__DIRECTIONS FOR THIS TASK__
Repeat the records. Each line must match exactly.

___

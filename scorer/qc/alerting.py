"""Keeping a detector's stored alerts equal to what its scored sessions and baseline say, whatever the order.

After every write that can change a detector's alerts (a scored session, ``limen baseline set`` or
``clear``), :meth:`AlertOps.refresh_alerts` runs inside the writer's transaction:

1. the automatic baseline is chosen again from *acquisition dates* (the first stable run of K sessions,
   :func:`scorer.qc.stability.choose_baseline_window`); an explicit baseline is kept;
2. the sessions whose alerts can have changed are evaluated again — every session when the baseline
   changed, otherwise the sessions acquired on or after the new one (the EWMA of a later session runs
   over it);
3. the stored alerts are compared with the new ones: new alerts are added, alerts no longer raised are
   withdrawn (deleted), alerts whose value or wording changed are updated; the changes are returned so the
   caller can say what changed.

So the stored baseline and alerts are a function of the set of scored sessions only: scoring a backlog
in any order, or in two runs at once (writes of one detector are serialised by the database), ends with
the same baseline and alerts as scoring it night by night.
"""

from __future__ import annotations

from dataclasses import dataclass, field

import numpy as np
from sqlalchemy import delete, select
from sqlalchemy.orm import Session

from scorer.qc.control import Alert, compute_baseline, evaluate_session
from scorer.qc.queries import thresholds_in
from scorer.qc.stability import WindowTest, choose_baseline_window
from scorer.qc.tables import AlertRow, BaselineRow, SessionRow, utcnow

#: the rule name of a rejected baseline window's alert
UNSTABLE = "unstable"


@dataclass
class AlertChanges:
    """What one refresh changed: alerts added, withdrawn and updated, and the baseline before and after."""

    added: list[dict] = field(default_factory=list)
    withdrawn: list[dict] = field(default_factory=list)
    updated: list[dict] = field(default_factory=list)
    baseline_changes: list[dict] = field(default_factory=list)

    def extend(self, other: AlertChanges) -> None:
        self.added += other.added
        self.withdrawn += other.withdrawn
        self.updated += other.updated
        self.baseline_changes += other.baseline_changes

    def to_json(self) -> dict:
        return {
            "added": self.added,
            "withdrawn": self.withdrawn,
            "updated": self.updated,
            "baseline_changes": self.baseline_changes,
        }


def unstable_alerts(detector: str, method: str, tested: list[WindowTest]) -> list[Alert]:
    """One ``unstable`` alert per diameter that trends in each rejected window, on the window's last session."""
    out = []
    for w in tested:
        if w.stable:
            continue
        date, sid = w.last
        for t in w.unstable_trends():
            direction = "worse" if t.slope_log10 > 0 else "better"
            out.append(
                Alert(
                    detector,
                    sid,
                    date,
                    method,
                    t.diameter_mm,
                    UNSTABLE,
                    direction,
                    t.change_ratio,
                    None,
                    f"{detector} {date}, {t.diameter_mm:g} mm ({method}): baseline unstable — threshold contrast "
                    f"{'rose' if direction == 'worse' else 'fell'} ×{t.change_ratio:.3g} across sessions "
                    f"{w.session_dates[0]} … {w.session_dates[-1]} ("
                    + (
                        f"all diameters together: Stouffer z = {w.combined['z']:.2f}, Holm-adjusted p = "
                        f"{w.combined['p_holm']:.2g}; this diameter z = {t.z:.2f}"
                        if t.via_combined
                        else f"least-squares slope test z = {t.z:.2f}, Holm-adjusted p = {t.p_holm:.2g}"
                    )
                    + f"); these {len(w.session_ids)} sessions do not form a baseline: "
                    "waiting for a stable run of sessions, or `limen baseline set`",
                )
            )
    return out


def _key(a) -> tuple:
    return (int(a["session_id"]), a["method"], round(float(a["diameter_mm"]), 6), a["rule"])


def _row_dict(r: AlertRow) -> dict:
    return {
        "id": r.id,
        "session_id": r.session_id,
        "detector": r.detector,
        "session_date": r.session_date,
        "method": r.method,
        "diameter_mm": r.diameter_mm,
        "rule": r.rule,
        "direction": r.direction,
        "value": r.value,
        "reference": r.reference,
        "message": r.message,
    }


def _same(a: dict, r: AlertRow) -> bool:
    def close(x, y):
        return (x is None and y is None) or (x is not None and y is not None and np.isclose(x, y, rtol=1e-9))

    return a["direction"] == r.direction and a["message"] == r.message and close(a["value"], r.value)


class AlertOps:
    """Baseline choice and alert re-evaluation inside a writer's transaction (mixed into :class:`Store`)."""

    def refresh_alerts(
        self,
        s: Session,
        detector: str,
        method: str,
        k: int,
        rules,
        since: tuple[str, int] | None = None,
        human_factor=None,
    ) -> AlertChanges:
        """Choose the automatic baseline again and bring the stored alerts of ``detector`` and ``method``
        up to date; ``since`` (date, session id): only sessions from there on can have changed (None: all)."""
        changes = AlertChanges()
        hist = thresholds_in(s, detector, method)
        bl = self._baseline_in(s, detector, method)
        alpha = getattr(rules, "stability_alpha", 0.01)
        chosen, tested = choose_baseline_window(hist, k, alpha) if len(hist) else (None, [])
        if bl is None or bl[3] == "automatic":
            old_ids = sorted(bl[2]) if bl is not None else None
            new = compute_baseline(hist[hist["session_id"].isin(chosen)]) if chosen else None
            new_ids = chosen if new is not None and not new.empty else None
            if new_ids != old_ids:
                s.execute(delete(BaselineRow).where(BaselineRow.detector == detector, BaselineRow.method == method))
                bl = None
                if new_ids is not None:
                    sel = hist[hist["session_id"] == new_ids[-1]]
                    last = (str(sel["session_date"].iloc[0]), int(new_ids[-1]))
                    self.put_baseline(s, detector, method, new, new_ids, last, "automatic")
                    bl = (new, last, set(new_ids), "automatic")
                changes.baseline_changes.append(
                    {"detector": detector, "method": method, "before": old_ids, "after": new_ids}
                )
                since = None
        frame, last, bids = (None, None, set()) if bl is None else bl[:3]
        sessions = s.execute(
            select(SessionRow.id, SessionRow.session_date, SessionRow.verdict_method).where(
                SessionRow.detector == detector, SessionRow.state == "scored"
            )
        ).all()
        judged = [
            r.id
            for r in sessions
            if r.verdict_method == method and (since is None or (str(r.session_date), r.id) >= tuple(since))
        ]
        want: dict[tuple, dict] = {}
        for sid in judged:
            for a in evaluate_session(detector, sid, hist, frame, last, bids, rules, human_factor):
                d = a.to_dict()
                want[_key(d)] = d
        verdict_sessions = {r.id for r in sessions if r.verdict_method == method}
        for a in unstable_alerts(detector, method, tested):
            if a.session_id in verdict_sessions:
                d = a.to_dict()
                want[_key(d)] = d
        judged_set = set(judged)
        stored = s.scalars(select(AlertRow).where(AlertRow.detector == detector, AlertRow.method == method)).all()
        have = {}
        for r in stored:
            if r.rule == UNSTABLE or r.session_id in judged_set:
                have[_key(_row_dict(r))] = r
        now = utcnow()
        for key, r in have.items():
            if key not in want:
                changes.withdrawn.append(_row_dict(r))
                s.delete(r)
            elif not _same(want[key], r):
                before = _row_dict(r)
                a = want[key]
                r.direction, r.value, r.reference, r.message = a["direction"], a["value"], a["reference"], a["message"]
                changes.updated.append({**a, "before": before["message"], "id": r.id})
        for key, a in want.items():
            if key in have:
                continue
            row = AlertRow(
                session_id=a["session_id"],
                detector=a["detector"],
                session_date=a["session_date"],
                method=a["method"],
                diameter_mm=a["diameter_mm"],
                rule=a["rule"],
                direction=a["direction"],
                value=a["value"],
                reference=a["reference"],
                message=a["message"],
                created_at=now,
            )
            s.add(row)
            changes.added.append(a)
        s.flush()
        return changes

___

__TASK RESULT__
filename scorer/qc/alerting.py
"""Keeping a detector's stored alerts equal to what its scored sessions and baseline say, whatever the order.

After every write that can change a detector's alerts (a scored session, ``limen baseline set`` or
``clear``), :meth:`AlertOps.refresh_alerts` runs inside the writer's transaction:

1. the automatic baseline is chosen again from *acquisition dates* (the first stable run of K sessions,
   :func:`scorer.qc.stability.choose_baseline_window`); an explicit baseline is kept;
2. the sessions whose alerts can have changed are evaluated again — every session when the baseline
   changed, otherwise the sessions acquired on or after the new one (the EWMA of a later session runs
   over it);
3. the stored alerts are compared with the new ones: new alerts are added, alerts no longer raised are
   withdrawn (deleted), alerts whose value or wording changed are updated; the changes are returned so the
   caller can say what changed.

So the stored baseline and alerts are a function of the set of scored sessions only: scoring a backlog
in any order, or in two runs at once (writes of one detector are serialised by the database), ends with
the same baseline and alerts as scoring it night by night.
"""

from __future__ import annotations

from dataclasses import dataclass, field

import numpy as np
from sqlalchemy import delete, select
from sqlalchemy.orm import Session

from scorer.qc.control import Alert, compute_baseline, evaluate_session
from scorer.qc.queries import thresholds_in
from scorer.qc.stability import WindowTest, choose_baseline_window
from scorer.qc.tables import AlertRow, BaselineRow, SessionRow, utcnow

#: the rule name of a rejected baseline window's alert
UNSTABLE = "unstable"


@dataclass
class AlertChanges:
    """What one refresh changed: alerts added, withdrawn and updated, and the baseline before and after."""

    added: list[dict] = field(default_factory=list)
    withdrawn: list[dict] = field(default_factory=list)
    updated: list[dict] = field(default_factory=list)
    baseline_changes: list[dict] = field(default_factory=list)

    def extend(self, other: AlertChanges) -> None:
        self.added += other.added
        self.withdrawn += other.withdrawn
        self.updated += other.updated
        self.baseline_changes += other.baseline_changes

    def to_json(self) -> dict:
        return {
            "added": self.added,
            "withdrawn": self.withdrawn,
            "updated": self.updated,
            "baseline_changes": self.baseline_changes,
        }


def unstable_alerts(detector: str, method: str, tested: list[WindowTest]) -> list[Alert]:
    """One ``unstable`` alert per diameter that trends in each rejected window, on the window's last session."""
    out = []
    for w in tested:
        if w.stable:
            continue
        date, sid = w.last
        for t in w.unstable_trends():
            direction = "worse" if t.slope_log10 > 0 else "better"
            out.append(
                Alert(
                    detector,
                    sid,
                    date,
                    method,
                    t.diameter_mm,
                    UNSTABLE,
                    direction,
                    t.change_ratio,
                    None,
                    f"{detector} {date}, {t.diameter_mm:g} mm ({method}): baseline unstable — threshold contrast "
                    f"{'rose' if direction == 'worse' else 'fell'} ×{t.change_ratio:.3g} across sessions "
                    f"{w.session_dates[0]} … {w.session_dates[-1]} ("
                    + (
                        f"all diameters together: Stouffer z = {w.combined['z']:.2f}, Holm-adjusted p = "
                        f"{w.combined['p_holm']:.2g}; this diameter z = {t.z:.2f}"
                        if t.via_combined
                        else f"least-squares slope test z = {t.z:.2f}, Holm-adjusted p = {t.p_holm:.2g}"
                    )
                    + f"); these {len(w.session_ids)} sessions do not form a baseline: "
                    "waiting for a stable run of sessions, or `limen baseline set`",
                )
            )
    return out


def _key(a) -> tuple:
    return (int(a["session_id"]), a["method"], round(float(a["diameter_mm"]), 6), a["rule"])


def _row_dict(r: AlertRow) -> dict:
    return {
        "id": r.id,
        "session_id": r.session_id,
        "detector": r.detector,
        "session_date": r.session_date,
        "method": r.method,
        "diameter_mm": r.diameter_mm,
        "rule": r.rule,
        "direction": r.direction,
        "value": r.value,
        "reference": r.reference,
        "message": r.message,
    }


def _same(a: dict, r: AlertRow) -> bool:
    def close(x, y):
        return (x is None and y is None) or (x is not None and y is not None and np.isclose(x, y, rtol=1e-9))

    return a["direction"] == r.direction and a["message"] == r.message and close(a["value"], r.value)


class AlertOps:
    """Baseline choice and alert re-evaluation inside a writer's transaction (mixed into :class:`Store`)."""

    def refresh_alerts(
        self,
        s: Session,
        detector: str,
        method: str,
        k: int,
        rules,
        since: tuple[str, int] | None = None,
        human_factor=None,
    ) -> AlertChanges:
        """Choose the automatic baseline again and bring the stored alerts of ``detector`` and ``method``
        up to date; ``since`` (date, session id): only sessions from there on can have changed (None: all)."""
        changes = AlertChanges()
        hist = thresholds_in(s, detector, method)
        bl = self._baseline_in(s, detector, method)
        alpha = getattr(rules, "stability_alpha", 0.01)
        chosen, tested = choose_baseline_window(hist, k, alpha) if len(hist) else (None, [])
        if bl is None or bl[3] == "automatic":
            old_ids = sorted(bl[2]) if bl is not None else None
            new = compute_baseline(hist[hist["session_id"].isin(chosen)]) if chosen else None
            new_ids = chosen if new is not None and not new.empty else None
            if new_ids != old_ids:
                s.execute(delete(BaselineRow).where(BaselineRow.detector == detector, BaselineRow.method == method))
                bl = None
                if new_ids is not None:
                    sel = hist[hist["session_id"] == new_ids[-1]]
                    last = (str(sel["session_date"].iloc[0]), int(new_ids[-1]))
                    self.put_baseline(s, detector, method, new, new_ids, last, "automatic")
                    bl = (new, last, set(new_ids), "automatic")
                changes.baseline_changes.append(
                    {"detector": detector, "method": method, "before": old_ids, "after": new_ids}
                )
                since = None
        frame, last, bids = (None, None, set()) if bl is None else bl[:3]
        sessions = s.execute(
            select(SessionRow.id, SessionRow.session_date, SessionRow.verdict_method).where(
                SessionRow.detector == detector, SessionRow.state == "scored"
            )
        ).all()
        judged = [
            r.id
            for r in sessions
            if r.verdict_method == method and (since is None or (str(r.session_date), r.id) >= tuple(since))
        ]
        want: dict[tuple, dict] = {}
        for sid in judged:
            for a in evaluate_session(detector, sid, hist, frame, last, bids, rules, human_factor):
                d = a.to_dict()
                want[_key(d)] = d
        verdict_sessions = {r.id for r in sessions if r.verdict_method == method}
        for a in unstable_alerts(detector, method, tested):
            if a.session_id in verdict_sessions:
                d = a.to_dict()
                want[_key(d)] = d
        judged_set = set(judged)
        stored = s.scalars(select(AlertRow).where(AlertRow.detector == detector, AlertRow.method == method)).all()
        have = {}
        for r in stored:
            if r.rule == UNSTABLE or r.session_id in judged_set:
                have[_key(_row_dict(r))] = r
        now = utcnow()
        for key, r in have.items():
            if key not in want:
                changes.withdrawn.append(_row_dict(r))
                s.delete(r)
            elif not _same(want[key], r):
                before = _row_dict(r)
                a = want[key]
                r.direction, r.value, r.reference, r.message = a["direction"], a["value"], a["reference"], a["message"]
                changes.updated.append({**a, "before": before["message"], "id": r.id})
        for key, a in want.items():
            if key in have:
                continue
            row = AlertRow(
                session_id=a["session_id"],
                detector=a["detector"],
                session_date=a["session_date"],
                method=a["method"],
                diameter_mm=a["diameter_mm"],
                rule=a["rule"],
                direction=a["direction"],
                value=a["value"],
                reference=a["reference"],
                message=a["message"],
                created_at=now,
            )
            s.add(row)
            changes.added.append(a)
        s.flush()
        return changes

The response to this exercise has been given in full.